8-4.


 久々に顔を合わせた元同輩、葵・リクターの姿は歩の記憶にある姿と余り変化が見られなかった。

 金髪碧眼と言う日本人離れたした美しい容姿、西洋系にしては小柄で余り凹凸が見えないスレンダーなスタイル。

 否、その身に纏う雰囲気は確かな自信で満ち溢れているようで有り、四年前には僅かに見られた幼さは完全に消えてしまっている。

 今の彼女は教習所に通う単なるパイロット志望の少女では無い、ライセンスこそ未所持だが難関である競技用ブロスを獲得したプロのブロス乗りなのだ。
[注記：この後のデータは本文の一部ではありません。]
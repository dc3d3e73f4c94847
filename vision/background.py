"""The empty table as the camera sees it: a background model for ball detection.

Frames are (H, W, 3) uint8 BGR (``vision.video``); models are (H, W, 3) float32 BGR on the same
0..255 scale, indexed ``img[v, u]`` in the pixel frame of ``vision.camera``.

Two problems make a plain temporal median unfit for a table: balls that never move during the
clip would be baked in as background (and never detected), and the median of the first moments
may hold a player's arm. So the model is

1. a frame (or the per-pixel median of a few frames: moving things drop out) with every compact
   blob that stands out from the *empty table* removed and filled: on the open cloth from the
   surrounding cloth by inpainting (Telea, "An image inpainting technique based on the fast
   marching method", J. Graphics Tools 9(1), 2004; ``cv2.inpaint``), along the cushions from
   the same rail further along. The open cloth is modelled as a smooth field (the lamps' pool
   of light times the cloth's colour) estimated by robust normalised convolution (Knutsson &
   Westin, "Normalized and differential convolution", CVPR 1993) with outlier rejection, so
   balls, chalk and shadows do not pull it; the band along the cushions (nose, face, the shadow
   under it) by a running median along the rail (:func:`rail_model`), so a ball frozen to a
   cushion stands out and the cushion does not. Where the smooth model cannot follow a low
   lamp's steep, clipped pool of light and the whole pool stands out as one blob of the cloth's
   colour, the cloth there is judged against its own local colour (a masked median) by what
   only a ball changes, its colour or a large change of brightness (:func:`_pool_model`,
   :func:`_pool_distance`), so the balls resting in the pool are taken out too. What reaches the zone's outer border (an arm,
   a cue, a pocket) is never filled: it is no resting ball, and filling part of it (a hand but
   not the cue) would leave a free, ball-sized blob for the detector;
2. a running average (exponential forgetting) of pixels that hold no detection, so slow lighting
   drift is followed; pixels that differ from the model but hold no detection and stay unchanged
   (a ghost left where an arm or a moved ball was when the model was made) are re-seeded from the
   current frame, cleaned as in 1, except where the cleaned frame is still not the empty table
   (what cleaning leaves as it is: an arm, hand or cue held still, or the part of a stroking
   cue whose colour does not change as it slides along itself). Such an occluder stays out of
   the model, so it stays foreground to the detector and is judged as one (taken in, its ends
   and the ghosts it left when it moved on stood out as free, ball-sized pieces). A ball that
   the cleaning of such a window removes, that the model holds and the detector does not see
   (one kept in the model with the cue lying on it at the start), is replaced there outright
   when it is all that stands out there (:func:`_hidden_balls`), and the detector is told where
   (``Background.revised``).

Only the *ball zone* matters: the pixels a ball on the table can cover (:func:`ball_zone`).
"""

from __future__ import annotations

import math
from dataclasses import dataclass

import cv2
import numpy as np

from vision.camera import Camera
from vision.table import TableSpec


#: The largest cluster of balls on a table: 15 racked object balls and the cue ball (common
#: practice: the fifteen-ball games).
RACK_BALLS = 16
#: The most balls a rack puts in a row along a cushion: the side of the 15-ball triangle
#: (common practice).
RACK_SIDE_BALLS = 5
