def _chroma_off(I: np.ndarray, B: np.ndarray, a: np.ndarray) -> np.ndarray:
    """(...) chromaticity distortion of colours ``I`` (..., 3) against the empty table ``B``
    (..., 3) with brightness ratios ``a`` (...) = I.B / B.B: ``|I - a B|`` over the frame's own
    brightness ``|I|`` (floored at 20 DN), i.e. the sine of the angle between the two colours
    (Horprasert, Harwood & Davis 1999)."""
    return _norm3(I - a[..., None] * B) / np.maximum(_norm3(I), 20.0)


def _plain_body(chroma: np.ndarray, a: np.ndarray) -> bool:
    """Whether a ball's body is of the cloth's own hue and brightness, from its samples'
    chromaticity distortions ``chroma`` (N,) (:func:`_chroma_off`) and brightness ratios ``a``
    (N,) = I.B / B.B against the empty table: the median distortion is below ``_SAME_HUE`` and
    the median ratio within a factor ``_SAME_BRIGHT`` of 1. A white or black ball on grey
    cloth shares the cloth's (absent) hue but not its brightness, and keeps the colour step."""
    am = _median(a)
    return _median(chroma) < _SAME_HUE and 1.0 / _SAME_BRIGHT < am < _SAME_BRIGHT


def _dark_ring(a: np.ndarray, rho: np.ndarray, rho_pred: np.ndarray, half_win: float) -> tuple[np.ndarray, np.ndarray]:
    """Outline radius (K,) px and whether found (K,) bool of a ball of the cloth's own hue,
    from its brightness ratio to the empty table ``a`` (K, S) (Horprasert et al. 1999) sampled
    at radii ``rho`` (K, S) px from the centre's image, ``_STEP_PX`` apart.

    Seen from above, a sphere lit from above darkens toward its limb (Lambert's cosine law: the
    surface turns away from the lamps), and the cloth just outside its outline is the darkest
    of its shadow (the ball hides most of the lamps and the room from it), so the brightness
    along a ray falls to its least at about the outline and recovers beyond; a cast shadow
    only widens the trough outward. The outline is taken at the innermost sample within 0.02
    of the least brightness (after a 3-sample running mean, against noise) within ``half_win``
    px of the prediction ``rho_pred`` (K,): the trough's inner flank is the ball's own limb,
    the same all round, so what is left of the trough's offset is nearly symmetric and goes into
    the sphere fit's outline-bias term. A ray counts only when the trough is dark (below 0.92)
    and at least 0.1 darker than the ball inside it (the crown or body lit by the lamps).
    """
    K, n = a.shape
    sm = a.copy()
    sm[:, 1:-1] = (a[:, :-2] + a[:, 1:-1] + a[:, 2:]) / 3.0
    win = np.abs(rho - rho_pred[:, None]) <= half_win
    masked = np.where(win, sm, np.inf)
    low = masked.min(axis=1)
    first = np.argmax(win & (sm <= low[:, None] + 0.02), axis=1)
    rows = np.arange(K)
    inside = np.where(np.arange(n)[None, :] < first[:, None], sm, -np.inf).max(axis=1)
    ok = np.isfinite(low) & (low < 0.92) & (inside > low + 0.1) & (first > 0)
    return rho[rows, first], ok


def _shaded_share(I: np.ndarray, B: np.ndarray, r2: np.ndarray, stands_out: np.ndarray) -> float:
    """Share of a disc's pixels that differ from the empty table when the disc is shaded like a
    lit sphere, else 0: ``I``, ``B`` (N, 3) the frame and the empty table at the disc's pixels,
    ``r2`` (N,) their squared distance from the centre over the squared disc radius (0.7 of the
    ball's image radius), ``stands_out`` (N,) bool their colour test (:func:`ballness`).

    A ball of the cloth's own colour differs from the cloth by its shading only (Lambert's
    cosine law: brightest toward the lamps, falling toward the limb, plus the specular
    highlight), while a cast shadow or a ghost of a cue in the model is flat or dim: the
    brightness ratio ``a = I.B / B.B`` (Horprasert et al. 1999) must reach 1.1 somewhere (a
    crown or highlight brighter than the lit cloth, which no shadow is) and the inner 0.45 of
    the disc must be brighter than its outer ring (0.6..1) by 0.15 on average. Then a pixel
    counts when its colour stands out or its brightness is off the cloth's by 10 % (from
    memory: twice the cloth's texture and more than a noise sigma; not a measured figure).
    """
    a = np.einsum("nc,nc->n", I.astype(np.float32), B) / np.maximum(np.einsum("nc,nc->n", B, B), 1.0)
    core, ring = r2 <= 0.45**2, r2 >= 0.6**2
    if not core.any() or not ring.any():
        return 0.0
    if np.percentile(a, 95) < 1.1 or a[core].mean() - a[ring].mean() < 0.15:
        return 0.0
    return float(np.mean(stands_out | (np.abs(a - 1.0) > 0.1)))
 かつての同輩でありライセンス試験の相手でもある葵・リクターとの思わぬ再開に言葉を失った歩は、呆然とした表情で葵の姿を見やる。

 そして葵の方もまた歩の言葉を待っているのか、口を閉ざしたままパイロットコースを落ち零れた元同輩の姿を見つめていた。


「なんであんた此処に居るのよ、猿野!! ていうか今まで何をやっていたの、教習所を卒業した途端に連絡が付かなくなって…」

「ごめんごめん、新チームの立ち上げに忙しくってさー。 初めての監督業は色々と慣れなくて、苦労してたのよ…」

「はぁ、もしかして葵・リクターのチームの監督はあなたなの?」

「そうよ、教習所を卒業した時、葵ちゃんから直々にスカウトを受けたの。 あれ、言ってなかったけ?」

「そんな話は初耳よ!? だから就活の時に余裕綽々だったのね、きぃぃぃぃっ!!」


 そんなシリアスな空気を醸し出すパイロットたちとは対象的に、彼らの連れである監督たちは姦しく言い争っていた。

 猿野は180センチ超の形体である犬居とは対象的な非常に小柄な女性であり、下手をすれば以前にあった重野の娘と同じ位のサイズでは無いだろうか。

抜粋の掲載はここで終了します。